# Taipei 101



## poshbakerloo (Jan 16, 2007)

well i dnt personly like the taipei 101 as i think that it dosn't look every good (its to narrow and wird looking)! but thats my personal opion. wots urs????? like it or lump it???


----------



## ToRoNto g-town (Nov 26, 2005)

4 sum reason i think it looks shorter then its actual height:S i dunno y but its a nice tower


----------



## FastFerrari (Feb 7, 2007)

differnt design....nice color...and the tallest for now...so its a good choice


----------



## ZZ-II (May 10, 2006)

love it, and it's definitely not to narrow


----------



## potipoti (Jul 28, 2006)

I like it... and I hope I can go there the next year


----------



## harvesterofsorrows (Nov 5, 2005)

I like it.


----------



## MasonicStage™ (Dec 30, 2006)

ZZ-II said:


> love it, and it's definitely not to narrow


Agree, it's great IMO.


----------



## PresidentBjork (Apr 29, 2007)

I think it's great.
Better than the financial center in Hong Kong.


----------



## Manila-X (Jul 28, 2005)

PresidentBjork said:


> I think it's great.
> Better than the financial center in Hong Kong.

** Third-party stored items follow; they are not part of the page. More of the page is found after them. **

import { readdirSync, readFileSync } from "node:fs"
import path from "node:path"

interface CpuProfile {
  readonly nodes: { id: number; callFrame: { functionName: string; url: string }; children?: number[] }[]
  readonly samples: number[]
  readonly timeDeltas: number[]
}

/** Where the CPU time of a `--cpu-prof` run went, by package or folder, the largest first. */
export function profileShares(dir: string): { where: string; share: number }[] {
  const file = readdirSync(dir).find((name) => name.endsWith(".cpuprofile"))
  if (!file) throw new Error(`No CPU profile in ${dir}`)
  const profile = JSON.parse(readFileSync(path.join(dir, file), "utf8")) as CpuProfile
  const places = new Map(profile.nodes.map(({ id, callFrame }) => [id, placeOf(callFrame)]))
  const spent = new Map<string, number>()
  let busy = 0
  profile.samples.forEach((id, index) => {
    const place = places.get(id) ?? "?"
    const delta = profile.timeDeltas[index] ?? 0
    if (place === "(idle)" || delta < 0) return
    busy += delta
    spent.set(place, (spent.get(place) ?? 0) + delta)
  })
  return [...spent]
    .map(([where, time]) => ({ where, share: time / busy }))
    .sort((one, other) => other.share - one.share)
}

function placeOf({ functionName, url }: { functionName: string; url: string }): string {
  const parcel = /node_modules\/((?:@[^/]+\/)?[^/]+)/.exec(url)?.[1]
  if (parcel) return parcel
  if (url.startsWith("node:")) return url.split("/")[0] ?? url
  if (url === "") return functionName.startsWith("(") ? functionName : "native code"
  return path.relative(path.resolve(import.meta.dirname, "../.."), path.dirname(new URL(url).pathname))
}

I still prefer the 2-IFC over Taipei 101. But Taipei 101 is a pretty nice skyscraper.


----------



## patextreme (Apr 30, 2007)

Doesn't look like a building, nice design


----------



## MasonicStage™ (Dec 30, 2006)

PresidentBjork said:


> I think it's great.
> Better than the financial center in Hong Kong.

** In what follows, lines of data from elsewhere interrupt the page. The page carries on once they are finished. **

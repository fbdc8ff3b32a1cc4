import { createHash } from "node:crypto"
import { ApiError } from "./errors"
import type { State } from "./state"

const KEPT_S = 24 * 3600

/** A finished call, replayed to a later one with the same key. */
export interface StoredAnswer {
  fingerprint: string
  status: number
  body: string
  requestId: string
  at_s: number
  shouldRetry: boolean | null
}

export function fingerprint(method: string, path: string, body: string): string {
  return createHash("sha256").update(`${method}\n${path}\n${body}`).digest("hex")
}

/**
 * The stored answer to a key. @source Stripe API reference, "Idempotent requests"
 *
 * @throws ApiError 400 `idempotency_error` when the key came with another request before
 */
export function recall(state: State, key: string, print: string): StoredAnswer | undefined {
  const now = Date.now() / 1000
  const found = state.answers[key]
  if (!found || now - found.at_s > KEPT_S) return undefined
  if (found.fingerprint !== print) {
    throw new ApiError(400, {
      type: "idempotency_error",
      message: `Keys for idempotent requests can only be used with the same parameters they were first used with. Try using a key other than '${key}' if you meant to execute a different request.`,
    })
  }
  return found
}

export function remember(state: State, key: string, answer: Omit<StoredAnswer, "at_s">): void {
  const now = Date.now() / 1000
  for (const [other, stored] of Object.entries(state.answers)) {
    if (now - stored.at_s > KEPT_S) delete state.answers[other]
  }
  state.answers[key] = { ...answer, at_s: now }
}

export function keyInUse(key: string): ApiError {
  return new ApiError(409, {
    type: "idempotency_error",
    code: "idempotency_key_in_use",
    message: `There is currently another in-progress request using this idempotency key (${key}).`,
  })
}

hm...hard to tell!  maybe equal this time? :dunno:


----------



## isaidso (Mar 21, 2007)

Very silly looking building. Too bad it is so tall. It sticks out like a sore thumb. Taipei will have to live with it. Don't see that one coming down any time soon.


----------



## London | Reece (May 3, 2007)

Agree 100% with 'isaidso', ugly in my opinion. Thank god it won't be the world's tallest for much longer.


----------



## big-dog (Mar 11, 2007)

I know it's a great building but I can't persuade myself to like it. Something wrong with the design I feel.


----------



## duskdawn (May 13, 2006)

I think it is kind of cool. Not beautiful but cool indeed.


----------



## Manila-X (Jul 28, 2005)

You guys may not like Taipei 101 but the scraper fits Taiwan pretty well since it's a Chinese city and the design has alot of Chinese elements to it.


----------



## duskdawn (May 13, 2006)

WANCH said:


> but the scraper fits Taiwan pretty well since it's a Chinese city and the design has alot of Chinese elements to it.

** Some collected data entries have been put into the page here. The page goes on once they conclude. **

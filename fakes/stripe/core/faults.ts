import { z } from "zod"
import type { State } from "./state"

const times = z.number().int().min(1).max(1000).default(1)
const type = z.string().optional()
const method = z.enum(["GET", "POST", "DELETE"]).optional()
/** Beginning of the path; without it a fault meets any call. */
const path = z.string().startsWith("/").optional()
const customer = z.string().optional()

/** What `POST /_fake/faults` takes: a fault meets the next `times` things that it fits, then it is spent. */
export const faultRequest = z.discriminatedUnion("kind", [
  z.strictObject({
    kind: z.enum(["error_before", "error_after"]),
    status: z.number().int().min(400).max(599).default(500),
    should_retry: z.boolean().optional(),
    times,
    method,
    path,
  }),
  z.strictObject({ kind: z.literal("truncate"), times, method, path }),
  z.strictObject({ kind: z.literal("drop_connection"), times, method, path }),
  z.strictObject({
    kind: z.literal("slow"),
    seconds: z.number().min(0).max(600).default(90),
    times,
    method,
    path,
  }),
  z.strictObject({ kind: z.literal("webhook_delay"), seconds: z.number().min(0).max(3600), times, type }),
  z.strictObject({
    kind: z.literal("webhook_duplicate"),
    copies: z.number().int().min(1).max(20).default(1),
    times,
    type,
  }),
  /** Holds `times` deliveries back and sends them in the opposite order. */
  z.strictObject({ kind: z.literal("webhook_reorder"), times: z.number().int().min(2).max(100), type }),
  z.strictObject({
    kind: z.enum(["webhook_drop", "webhook_bad_signature", "webhook_stale", "webhook_future"]),
    times,
    type,
  }),
  z.strictObject({ kind: z.literal("meter_async_error"), times, customer }),
  z.strictObject({ kind: z.literal("decline_renewal"), times, customer }),
])

export type Fault = z.output<typeof faultRequest>
export type FaultKind = Fault["kind"]
type Of<Name extends FaultKind, All = Fault> = All extends { kind: infer Kind }
  ? [Name & Kind] extends [never]
    ? never
    : All
  : never

/** Takes one use of the oldest fault of these kinds that fits, if any. */
export function takeFault<Name extends FaultKind>(
  state: State,
  kinds: readonly Name[],
  about: { method?: string; path?: string; type?: string; customer?: string | null },
): Of<Name> | undefined {
  const found = state.faults.find(
    (fault) => (kinds as readonly string[]).includes(fault.kind) && fits(fault, about),
  )
  if (!found) return undefined
  found.times -= 1
  state.faults = state.faults.filter((fault) => fault.times > 0)
  return { ...found } as Of<Name>
}

function fits(fault: Fault, about: Parameters<typeof takeFault>[2]): boolean {
  return (
    (!("method" in fault) || !fault.method || fault.method === about.method) &&
    (!("path" in fault) || !fault.path || Boolean(about.path?.startsWith(fault.path))) &&
    (!("type" in fault) || !fault.type || fault.type === about.type) &&
    (!("customer" in fault) || !fault.customer || fault.customer === about.customer)
  )
}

Shhhhhhhh! Don't say that loud. 阿扁會說你矮化他。:bash: :bash: :lol: :lol:


----------



## skyperu34 (May 25, 2003)

There are many better designs but this one is amazing, too. The fact that it is inspired on bamboo plant or something else that means tradition in Taiwan gives the building a great plus and identity in my opinion.


----------



## soup or man (Nov 17, 2004)

It's been said before but...


----------



## Manila-X (Jul 28, 2005)

duskdawn said:


> Shhhhhhhh! Don't say that loud. ?????????:bash: :bash: :lol: :lol:


BTW, I'm not Chinese but that's how I look at the skyscraper.


----------



## Icanseeformiles (Jun 22, 2004)

well ... it gets people talking.


----------



## Lito (May 3, 2007)

Maybe some of us doesn't like the design of this tall building.. but the fact that it is existing now... we can not do anything but at least give credit to the architect and contractor of this building.:bash:


----------



## JAKUB POLEWSKI (Dec 19, 2005)

Taipei 101 ?

Ok, that is tall, but horrible design ! Bleeee.... ;//


----------



## JAKUB POLEWSKI (Dec 19, 2005)

But... actually my opinion is, that maybe in Asia this is good arch. style, because oryginal.


----------